::: Source records

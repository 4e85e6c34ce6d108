import { expect, test } from 'vitest';
import { chartEvidence, residualDots } from '@/components/review/charts';
import { overlayLabels, pathOfDots, pathThrough, percentOf } from '@/components/review/overlay';
import type { Residual } from '@/lib/contracts';
import type { BenchDocument } from '@/lib/editor';
import { draftOf } from '../../support/drafts';

const PAGE = { id: 1, pixelsSha256: 'a'.repeat(64), width: 800, height: 600 };
const document = draftOf(PAGE);
const EMPTY = { residuals: [], curves: [], problems: [] };

const residual = (of: Partial<Residual>): Residual => ({
  chart: 0,
  curve: 0,
  point: 0,
  px: [80, 560],
  residual: 0,
  percentOfRange: 0,
  standardized: 0,
  omitted: false,
  ...of,
});

const withChart = (change: Partial<BenchDocument['charts'][number]>): BenchDocument => ({
  ...document,
  charts: document.charts.map((chart, at) => (at === 0 ? { ...chart, ...change } : chart)),
});

test('the root mean square of a curve counts its fitted points and no others', () => {
  const residuals = [
    residual({ residual: 3, percentOfRange: 6 }),
    residual({ point: 1, residual: -4, percentOfRange: -8 }),
    residual({ point: 2, residual: 100, percentOfRange: 100, omitted: true }),
    residual({ curve: 1, residual: 50, percentOfRange: 50 }),
    residual({ chart: 1, residual: 70, percentOfRange: 70 }),
  ];
  const [chart] = chartEvidence(document, { ...EMPTY, residuals });
  expect(chart!.curves[0]).toMatchObject({ name: '1\u00a0A', rms: Math.sqrt(12.5), rmsPercent: Math.sqrt(50) });
  expect(chart!.curves[1]!.rms).toBe(50);
  expect(chart!.curves[2]).toMatchObject({ rms: null, rmsPercent: null });
});

test('the points farthest from the model are numbered from the farthest on, left-out ones apart', () => {
  const residuals = [1, -9, 4, 7, -2].map((percentOfRange, point) =>
    residual({ point, percentOfRange, residual: percentOfRange, px: document.charts[0]!.curves[0]!.points[point] as [number, number] }),
  );
  const leftOut = residual({ point: 5, percentOfRange: 50, omitted: true });
  const [chart] = chartEvidence(document, { ...EMPTY, residuals: [...residuals, leftOut] });
  expect(chart!.worst.map(({ number, percentOfRange }) => [number, percentOfRange])).toEqual([
    [1, -9],
    [2, 7],
    [3, 4],
  ]);
  expect(chart!.worst[0]!.at).toBeCloseTo(5, 6); // the second of twelve points over 60 K
});

test('residuals are told in the unit of the chart, and in the base unit where the axis is a share of a rating', () => {
  const residuals = [residual({ residual: 0.25 })];
  const milli = chartEvidence(withChart({ y: { quantity: 'Qc', unit: 'mW', scale: 'linear' } }), { ...EMPTY, residuals })[0]!;
  expect([milli.answer.unit, milli.curves[0]!.rms]).toEqual(['mW', 250]);
  const share = chartEvidence(withChart({ y: { quantity: 'Qc', unit: '%', scale: 'linear', of: 'qmaxW' } }), { ...EMPTY, residuals })[0]!;
  expect([share.answer.unit, share.curves[0]!.rms]).toEqual(['W', 0.25]);
});

test('residuals run along the axis that is not the answer', () => {
  const [x, y] = [document.charts[0]!.y, document.charts[0]!.x];
  const turned = withChart({ x, y, marks: document.charts[0]!.marks.map((mark) => ({ ...mark, x: mark.y, y: mark.x })) });
  const px: [number, number] = [300, 300];
  expect(chartEvidence(document, EMPTY)[0]!.along).toMatchObject({ axis: 'x', quantity: 'deltaT' });
  const [chart] = chartEvidence(turned, { ...EMPTY, residuals: [residual({ px, residual: 2 })] });
  expect(chart!.along).toMatchObject({ axis: 'y', quantity: 'deltaT', unit: 'K' });
  expect(residualDots(chart!)[0]!.points).toEqual([[expect.any(Number), 2]]);
});

test('marks lie on their own values in an exact frame, and a mark that was moved shows by how much', () => {
  const [exact] = chartEvidence(document, EMPTY);
  for (const mark of exact!.marks) for (const off of [mark.offX, mark.offY]) expect(Math.abs(off!)).toBeLessThan(1e-6);
  const moved = document.charts[0]!.marks.map((mark, at) => (at === 1 ? { ...mark, px: [mark.px[0], mark.px[1] + 6] as const } : mark));
  const offs = chartEvidence(withChart({ marks: moved }), EMPTY)[0]!.marks.map(({ offY }) => Math.abs(offY!));
  expect(Math.max(...offs)).toBeGreaterThan(2);
});

test('a chart that is not finished shows what it misses and no residuals', () => {
  const unfinished = withChart({ curves: [], side: { kind: 'hot', celsius: null } });
  const [chart] = chartEvidence(unfinished, {
    ...EMPTY,
    problems: [
      { chart: 0, text: 'Add a curve.' },
      { chart: 1, text: 'Other.' },
    ],
  });
  expect(chart).toMatchObject({ curves: [], worst: [], problems: ['Add a curve.'] });
});

test('paths keep hundredths of a pixel, and dots are strokes without length', () => {
  expect(
    pathThrough([
      [1, 2],
      [3.14159, 4],
    ]),
  ).toBe('M1 2L3.14 4');
  expect(
    pathOfDots([
      [1, 2],
      [3, 4],
    ]),
  ).toBe('M1 2h0M3 4h0');
  expect(percentOf([200, 150], 800, 600)).toEqual({ x: '25%', y: '25%' });
});

test('labels of curves that end in one place stand clear of each other', () => {
  const chart = chartEvidence(document, EMPTY)[0]!;
  const [first] = chart.curves;
  const same = [0, 1, 2, 3].map((style) => ({ ...first!, style, name: `${style} A` }));
  const places = overlayLabels(same, 800, 600).map((label) => Number.parseFloat(label.y));
  const gaps = [...places].sort((a, b) => a - b).flatMap((y, at, all) => (at === 0 ? [] : [y - all[at - 1]!]));
  expect(Math.min(...gaps)).toBeGreaterThan(4); // percent of the height: 15 of 320 px
});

::::::

■ About this task ■
Would you show all lines of the material above that contain the word "review"?

■ Answer section ■
import { chartEvidence, residualDots } from '@/components/review/charts';
import { overlayLabels, pathOfDots, pathThrough, percentOf } from '@/components/review/overlay';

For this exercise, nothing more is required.